Transcribe all of the records precisely as they are presented.

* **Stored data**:

•••

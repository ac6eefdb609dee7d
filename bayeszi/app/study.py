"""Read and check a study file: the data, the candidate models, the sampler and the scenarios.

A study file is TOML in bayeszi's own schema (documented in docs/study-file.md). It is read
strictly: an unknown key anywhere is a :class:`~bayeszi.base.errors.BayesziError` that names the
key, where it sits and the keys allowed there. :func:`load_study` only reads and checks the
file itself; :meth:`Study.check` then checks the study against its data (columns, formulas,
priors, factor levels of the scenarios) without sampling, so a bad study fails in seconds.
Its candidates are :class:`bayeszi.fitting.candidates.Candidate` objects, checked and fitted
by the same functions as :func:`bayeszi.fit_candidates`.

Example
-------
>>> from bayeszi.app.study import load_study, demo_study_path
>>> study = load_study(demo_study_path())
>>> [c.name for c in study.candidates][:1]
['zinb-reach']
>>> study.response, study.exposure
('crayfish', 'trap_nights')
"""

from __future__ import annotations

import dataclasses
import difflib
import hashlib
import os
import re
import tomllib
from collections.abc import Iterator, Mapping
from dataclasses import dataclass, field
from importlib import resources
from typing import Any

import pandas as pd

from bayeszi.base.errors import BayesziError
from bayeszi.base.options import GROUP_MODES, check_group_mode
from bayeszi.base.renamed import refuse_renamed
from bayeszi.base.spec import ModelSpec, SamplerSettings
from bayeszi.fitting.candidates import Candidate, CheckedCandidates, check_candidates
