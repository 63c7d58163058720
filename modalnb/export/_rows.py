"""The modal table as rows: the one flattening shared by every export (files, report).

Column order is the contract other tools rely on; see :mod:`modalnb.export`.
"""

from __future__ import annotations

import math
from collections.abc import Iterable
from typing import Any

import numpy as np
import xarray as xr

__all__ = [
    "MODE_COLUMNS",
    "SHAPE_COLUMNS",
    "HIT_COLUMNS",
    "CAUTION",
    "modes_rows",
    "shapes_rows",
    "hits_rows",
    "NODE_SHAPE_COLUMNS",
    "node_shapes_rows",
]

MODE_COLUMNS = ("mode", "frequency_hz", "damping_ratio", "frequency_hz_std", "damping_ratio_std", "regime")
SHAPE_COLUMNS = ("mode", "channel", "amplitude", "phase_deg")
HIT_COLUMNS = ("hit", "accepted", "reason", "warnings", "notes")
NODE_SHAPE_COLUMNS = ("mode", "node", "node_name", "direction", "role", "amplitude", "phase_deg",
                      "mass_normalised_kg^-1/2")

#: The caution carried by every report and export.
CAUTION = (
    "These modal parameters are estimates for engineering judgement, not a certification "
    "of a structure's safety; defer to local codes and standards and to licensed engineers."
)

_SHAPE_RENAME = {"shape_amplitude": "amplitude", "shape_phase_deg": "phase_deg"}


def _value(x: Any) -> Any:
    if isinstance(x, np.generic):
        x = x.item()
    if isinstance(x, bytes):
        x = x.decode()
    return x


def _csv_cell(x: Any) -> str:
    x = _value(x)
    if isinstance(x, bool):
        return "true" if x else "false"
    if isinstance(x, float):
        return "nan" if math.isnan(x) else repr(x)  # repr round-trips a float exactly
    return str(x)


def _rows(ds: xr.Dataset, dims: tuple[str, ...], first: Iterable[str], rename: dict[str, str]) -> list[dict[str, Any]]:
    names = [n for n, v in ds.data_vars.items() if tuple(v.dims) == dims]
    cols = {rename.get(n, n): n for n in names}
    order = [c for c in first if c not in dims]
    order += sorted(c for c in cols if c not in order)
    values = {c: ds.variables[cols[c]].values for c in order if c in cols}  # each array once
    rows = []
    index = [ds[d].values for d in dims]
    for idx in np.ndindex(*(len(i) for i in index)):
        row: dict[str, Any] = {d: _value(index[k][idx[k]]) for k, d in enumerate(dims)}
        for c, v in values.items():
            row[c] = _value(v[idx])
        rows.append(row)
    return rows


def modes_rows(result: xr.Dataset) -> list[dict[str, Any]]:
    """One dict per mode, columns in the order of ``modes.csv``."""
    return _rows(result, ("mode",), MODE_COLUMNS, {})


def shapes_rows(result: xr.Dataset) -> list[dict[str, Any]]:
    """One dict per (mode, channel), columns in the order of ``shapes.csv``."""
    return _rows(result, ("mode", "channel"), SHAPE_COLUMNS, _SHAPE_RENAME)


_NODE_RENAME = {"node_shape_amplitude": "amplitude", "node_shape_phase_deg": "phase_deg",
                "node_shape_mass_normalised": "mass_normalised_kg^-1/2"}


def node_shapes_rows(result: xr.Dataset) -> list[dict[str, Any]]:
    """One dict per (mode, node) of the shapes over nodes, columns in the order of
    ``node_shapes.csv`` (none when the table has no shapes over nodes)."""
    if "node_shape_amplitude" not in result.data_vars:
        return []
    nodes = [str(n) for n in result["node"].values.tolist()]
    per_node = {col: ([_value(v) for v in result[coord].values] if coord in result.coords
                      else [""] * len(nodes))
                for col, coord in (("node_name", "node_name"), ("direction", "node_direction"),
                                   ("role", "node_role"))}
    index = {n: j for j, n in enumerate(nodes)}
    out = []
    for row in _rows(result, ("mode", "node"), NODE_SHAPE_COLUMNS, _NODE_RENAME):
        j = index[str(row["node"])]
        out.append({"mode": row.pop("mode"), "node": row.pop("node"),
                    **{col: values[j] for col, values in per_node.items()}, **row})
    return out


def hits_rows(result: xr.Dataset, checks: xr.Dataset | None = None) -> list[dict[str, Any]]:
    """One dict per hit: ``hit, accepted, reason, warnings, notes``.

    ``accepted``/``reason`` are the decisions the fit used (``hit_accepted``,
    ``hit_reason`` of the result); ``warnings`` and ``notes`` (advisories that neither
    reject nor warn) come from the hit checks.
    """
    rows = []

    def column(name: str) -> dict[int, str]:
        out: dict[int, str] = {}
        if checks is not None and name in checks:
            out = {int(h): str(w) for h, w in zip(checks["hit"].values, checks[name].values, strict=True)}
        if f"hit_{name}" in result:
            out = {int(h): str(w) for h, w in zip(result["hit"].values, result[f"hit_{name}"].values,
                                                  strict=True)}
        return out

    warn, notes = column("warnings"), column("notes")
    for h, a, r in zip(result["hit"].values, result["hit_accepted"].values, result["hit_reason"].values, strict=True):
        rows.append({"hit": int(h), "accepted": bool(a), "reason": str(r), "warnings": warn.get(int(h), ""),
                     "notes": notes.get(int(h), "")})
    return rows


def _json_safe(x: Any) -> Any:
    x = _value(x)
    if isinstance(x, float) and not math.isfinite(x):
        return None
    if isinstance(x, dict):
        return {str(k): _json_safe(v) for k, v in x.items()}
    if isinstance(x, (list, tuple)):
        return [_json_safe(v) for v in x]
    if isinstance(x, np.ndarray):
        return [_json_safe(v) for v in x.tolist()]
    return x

•••

* **Answer space**:
repository ac6eefdb609dee7d
filename bayeszi/app/study.py
"""Read and check a study file: the data, the candidate models, the sampler and the scenarios.

A study file is TOML in bayeszi's own schema (documented in docs/study-file.md). It is read
strictly: an unknown key anywhere is a :class:`~bayeszi.base.errors.BayesziError` that names the
key, where it sits and the keys allowed there. :func:`load_study` only reads and checks the
file itself; :meth:`Study.check` then checks the study against its data (columns, formulas,
priors, factor levels of the scenarios) without sampling, so a bad study fails in seconds.
Its candidates are :class:`bayeszi.fitting.candidates.Candidate` objects, checked and fitted
by the same functions as :func:`bayeszi.fit_candidates`.

Example
-------
>>> from bayeszi.app.study import load_study, demo_study_path
>>> study = load_study(demo_study_path())
>>> [c.name for c in study.candidates][:1]
['zinb-reach']
>>> study.response, study.exposure
('crayfish', 'trap_nights')
"""

from __future__ import annotations

import dataclasses
import difflib
import hashlib
import os
import re
import tomllib
from collections.abc import Iterator, Mapping
from dataclasses import dataclass, field
from importlib import resources
from typing import Any

import pandas as pd

from bayeszi.base.errors import BayesziError
from bayeszi.base.options import GROUP_MODES, check_group_mode
from bayeszi.base.renamed import refuse_renamed
from bayeszi.base.spec import ModelSpec, SamplerSettings
from bayeszi.fitting.candidates import Candidate, CheckedCandidates, check_candidates
repository 63c7d58163058720
filename modalnb/export/_rows.py
"""The modal table as rows: the one flattening shared by every export (files, report).

Column order is the contract other tools rely on; see :mod:`modalnb.export`.
"""

from __future__ import annotations

import math
from collections.abc import Iterable
from typing import Any

import numpy as np
import xarray as xr

__all__ = [
    "MODE_COLUMNS",
    "SHAPE_COLUMNS",
    "HIT_COLUMNS",
    "CAUTION",
    "modes_rows",
    "shapes_rows",
    "hits_rows",
    "NODE_SHAPE_COLUMNS",
    "node_shapes_rows",
]

MODE_COLUMNS = ("mode", "frequency_hz", "damping_ratio", "frequency_hz_std", "damping_ratio_std", "regime")
SHAPE_COLUMNS = ("mode", "channel", "amplitude", "phase_deg")
HIT_COLUMNS = ("hit", "accepted", "reason", "warnings", "notes")
NODE_SHAPE_COLUMNS = ("mode", "node", "node_name", "direction", "role", "amplitude", "phase_deg",
                      "mass_normalised_kg^-1/2")

#: The caution carried by every report and export.
CAUTION = (
    "These modal parameters are estimates for engineering judgement, not a certification "
    "of a structure's safety; defer to local codes and standards and to licensed engineers."
)

_SHAPE_RENAME = {"shape_amplitude": "amplitude", "shape_phase_deg": "phase_deg"}


def _value(x: Any) -> Any:
    if isinstance(x, np.generic):
        x = x.item()
    if isinstance(x, bytes):
        x = x.decode()
    return x


def _csv_cell(x: Any) -> str:
    x = _value(x)
    if isinstance(x, bool):
        return "true" if x else "false"
    if isinstance(x, float):
        return "nan" if math.isnan(x) else repr(x)  # repr round-trips a float exactly
    return str(x)


def _rows(ds: xr.Dataset, dims: tuple[str, ...], first: Iterable[str], rename: dict[str, str]) -> list[dict[str, Any]]:
    names = [n for n, v in ds.data_vars.items() if tuple(v.dims) == dims]
    cols = {rename.get(n, n): n for n in names}
    order = [c for c in first if c not in dims]
    order += sorted(c for c in cols if c not in order)
    values = {c: ds.variables[cols[c]].values for c in order if c in cols}  # each array once
    rows = []
    index = [ds[d].values for d in dims]
    for idx in np.ndindex(*(len(i) for i in index)):
        row: dict[str, Any] = {d: _value(index[k][idx[k]]) for k, d in enumerate(dims)}
        for c, v in values.items():
            row[c] = _value(v[idx])
        rows.append(row)
    return rows


def modes_rows(result: xr.Dataset) -> list[dict[str, Any]]:
    """One dict per mode, columns in the order of ``modes.csv``."""
    return _rows(result, ("mode",), MODE_COLUMNS, {})


def shapes_rows(result: xr.Dataset) -> list[dict[str, Any]]:
    """One dict per (mode, channel), columns in the order of ``shapes.csv``."""
    return _rows(result, ("mode", "channel"), SHAPE_COLUMNS, _SHAPE_RENAME)


_NODE_RENAME = {"node_shape_amplitude": "amplitude", "node_shape_phase_deg": "phase_deg",
                "node_shape_mass_normalised": "mass_normalised_kg^-1/2"}


def node_shapes_rows(result: xr.Dataset) -> list[dict[str, Any]]:
    """One dict per (mode, node) of the shapes over nodes, columns in the order of
    ``node_shapes.csv`` (none when the table has no shapes over nodes)."""
    if "node_shape_amplitude" not in result.data_vars:
        return []
    nodes = [str(n) for n in result["node"].values.tolist()]
    per_node = {col: ([_value(v) for v in result[coord].values] if coord in result.coords
                      else [""] * len(nodes))
                for col, coord in (("node_name", "node_name"), ("direction", "node_direction"),
                                   ("role", "node_role"))}
    index = {n: j for j, n in enumerate(nodes)}
    out = []
    for row in _rows(result, ("mode", "node"), NODE_SHAPE_COLUMNS, _NODE_RENAME):
        j = index[str(row["node"])]
        out.append({"mode": row.pop("mode"), "node": row.pop("node"),
                    **{col: values[j] for col, values in per_node.items()}, **row})
    return out


def hits_rows(result: xr.Dataset, checks: xr.Dataset | None = None) -> list[dict[str, Any]]:
    """One dict per hit: ``hit, accepted, reason, warnings, notes``.

    ``accepted``/``reason`` are the decisions the fit used (``hit_accepted``,
    ``hit_reason`` of the result); ``warnings`` and ``notes`` (advisories that neither
    reject nor warn) come from the hit checks.
    """
    rows = []

    def column(name: str) -> dict[int, str]:
        out: dict[int, str] = {}
        if checks is not None and name in checks:
            out = {int(h): str(w) for h, w in zip(checks["hit"].values, checks[name].values, strict=True)}
        if f"hit_{name}" in result:
            out = {int(h): str(w) for h, w in zip(result["hit"].values, result[f"hit_{name}"].values,
                                                  strict=True)}
        return out

    warn, notes = column("warnings"), column("notes")
    for h, a, r in zip(result["hit"].values, result["hit_accepted"].values, result["hit_reason"].values, strict=True):
        rows.append({"hit": int(h), "accepted": bool(a), "reason": str(r), "warnings": warn.get(int(h), ""),
                     "notes": notes.get(int(h), "")})
    return rows


def _json_safe(x: Any) -> Any:
    x = _value(x)
    if isinstance(x, float) and not math.isfinite(x):
        return None
    if isinstance(x, dict):
        return {str(k): _json_safe(v) for k, v in x.items()}
    if isinstance(x, (list, tuple)):
        return [_json_safe(v) for v in x]
    if isinstance(x, np.ndarray):
        return [_json_safe(v) for v in x.tolist()]
    return x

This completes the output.